One professor declared the reconstruction of downtown Beirut and the filling in of Beirut harbor with thousands of years of antiquities as Saudi financed, behemoth Mercedes Benz earth movers shoved much of Lebanon's history into the sea to make way for upscale fancy tourist attracting shops catering to rich Gulf tourists (of whom there are very few these days). "So they can buy yet more jewelry and Paris fashions?" she asked. Someone else joined in saying what happened in Lebanon was a cultural crime.
"Downtown Beirut is an obscenity," one PhD candidate, a young lady who formerly lived near the old city insisted. This student is among those who joined efforts that began nearly two decades ago to preserve and protect one of Aleppo's two remaining synagogues in the Samoua neighborhood. She vowed that citizens of Aleppo must not and will not allow what happened in Beirut to happen here in Aleppo.

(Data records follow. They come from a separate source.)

/**
 * Small dense matrices on Float64Array, row-major: element (i, j) of an r x c matrix is a[i * c + j].
 * Sizes are passed explicitly (these are 2x2 ... 9x9 matrices; no allocation-heavy abstractions).
 */

/** Build a row-major Float64Array from nested rows; throws if the rows are ragged. */
export function fromRows(rows: readonly (readonly number[])[]): { data: Float64Array; rows: number; cols: number } {
  const r = rows.length;
  const c = r === 0 ? 0 : rows[0].length;
  const data = new Float64Array(r * c);
  for (let i = 0; i < r; i++) {
    if (rows[i].length !== c) throw new RangeError(`row ${i} has ${rows[i].length} entries, expected ${c}`);
    for (let j = 0; j < c; j++) data[i * c + j] = rows[i][j];
  }
  return { data, rows: r, cols: c };
}

/** Nested rows from a row-major array. */
export function toRows(a: Float64Array, rows: number, cols: number): number[][] {
  const out: number[][] = [];
  for (let i = 0; i < rows; i++) out.push(Array.from(a.subarray(i * cols, (i + 1) * cols)));
  return out;
}

/** n x n identity. */
export function identity(n: number): Float64Array {
  const a = new Float64Array(n * n);
  for (let i = 0; i < n; i++) a[i * n + i] = 1;
  return a;
}

/** C = A B with A r x m and B m x c. */
export function matMul(a: Float64Array, b: Float64Array, r: number, m: number, c: number, out = new Float64Array(r * c)): Float64Array {
  if (a.length !== r * m || b.length !== m * c) throw new RangeError('matMul: size mismatch');
  for (let i = 0; i < r; i++) {
    for (let j = 0; j < c; j++) {
      let s = 0;
      for (let k = 0; k < m; k++) s += a[i * m + k] * b[k * c + j];
      out[i * c + j] = s;
    }
  }
  return out;
}

/** y = A x with A r x c. */
export function matVec(a: Float64Array, x: ArrayLike<number>, r: number, c: number, out = new Float64Array(r)): Float64Array {
  for (let i = 0; i < r; i++) {
    let s = 0;
    for (let k = 0; k < c; k++) s += a[i * c + k] * x[k];
    out[i] = s;
  }
  return out;
}

/** Transpose of an r x c matrix (result c x r). */
export function transpose(a: Float64Array, r: number, c: number): Float64Array {
  const t = new Float64Array(r * c);
  for (let i = 0; i < r; i++) for (let j = 0; j < c; j++) t[j * r + i] = a[i * c + j];
  return t;
}

/** (A + A^T) / 2 for a square n x n matrix. */
export function symmetrise(a: Float64Array, n: number): Float64Array {
  const s = new Float64Array(n * n);
  for (let i = 0; i < n; i++) {
    s[i * n + i] = a[i * n + i];
    for (let j = i + 1; j < n; j++) {
      const v = 0.5 * (a[i * n + j] + a[j * n + i]);
      s[i * n + j] = v;
      s[j * n + i] = v;
    }
  }
  return s;
}

/** A B A^T for A r x n and symmetric B n x n (covariance mapping); result r x r, symmetrised. */
export function congruence(a: Float64Array, b: Float64Array, r: number, n: number): Float64Array {
  const ab = matMul(a, b, r, n, n);
  return symmetrise(matMul(ab, transpose(a, r, n), r, n, r), r);
}

/** Frobenius norm. */
export function frobeniusNorm(a: Float64Array): number {
  let scale = 0;
  for (let i = 0; i < a.length; i++) scale = Math.max(scale, Math.abs(a[i]));
  if (scale === 0) return 0;
  let s = 0;
  for (let i = 0; i < a.length; i++) {
    const v = a[i] / scale;
    s += v * v;
  }
  return scale * Math.sqrt(s);
}
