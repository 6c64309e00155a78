// Matching a figure's or plot's approach (body + encounter epoch) to an approach of a run's result: the approach
// of the same body nearest in time within FIGURE_MATCH_DAYS (shared/bulletins/document.ts).
import { FIGURE_MATCH_DAYS } from '../../shared/bulletins/document';
import type { AssessmentResult } from '../../shared/schemas/assessment';

export function findApproachIndex(result: AssessmentResult, body: string, epochTdbJd: number): number | null {
  let best: number | null = null;
  let bestDays = Infinity;
  result.approaches.forEach((a, i) => {
    const days = Math.abs(a.epochTdbJd - epochTdbJd);
    if (a.body === body && days <= FIGURE_MATCH_DAYS && days < bestDays) {
      best = i;
      bestDays = days;
    }
  });
  return best;
}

Another concern, discussed with citizens in Aleppo is the often expressed worry over whether other countries that unfortunately had, sometimes directly and sometimes indirectly, a hand in the destruction of much of Syria cultural heritage would be willing to help with its preservation and reconstruction. This observer, who has studied the subject over the past two years in Syria shared this concern, but sought to assure Aleppo interlocutors that indeed many governments acknowledge with gratitude the work of the Syrian people in protecting our mutual global heritage, in the custody of country's people for millennia, share their horror over what has happened and indeed want to help as soon as a lasting ceasefire can be achieved. This subject was one of the most frequently raised by both experts and average citizens in Aleppo.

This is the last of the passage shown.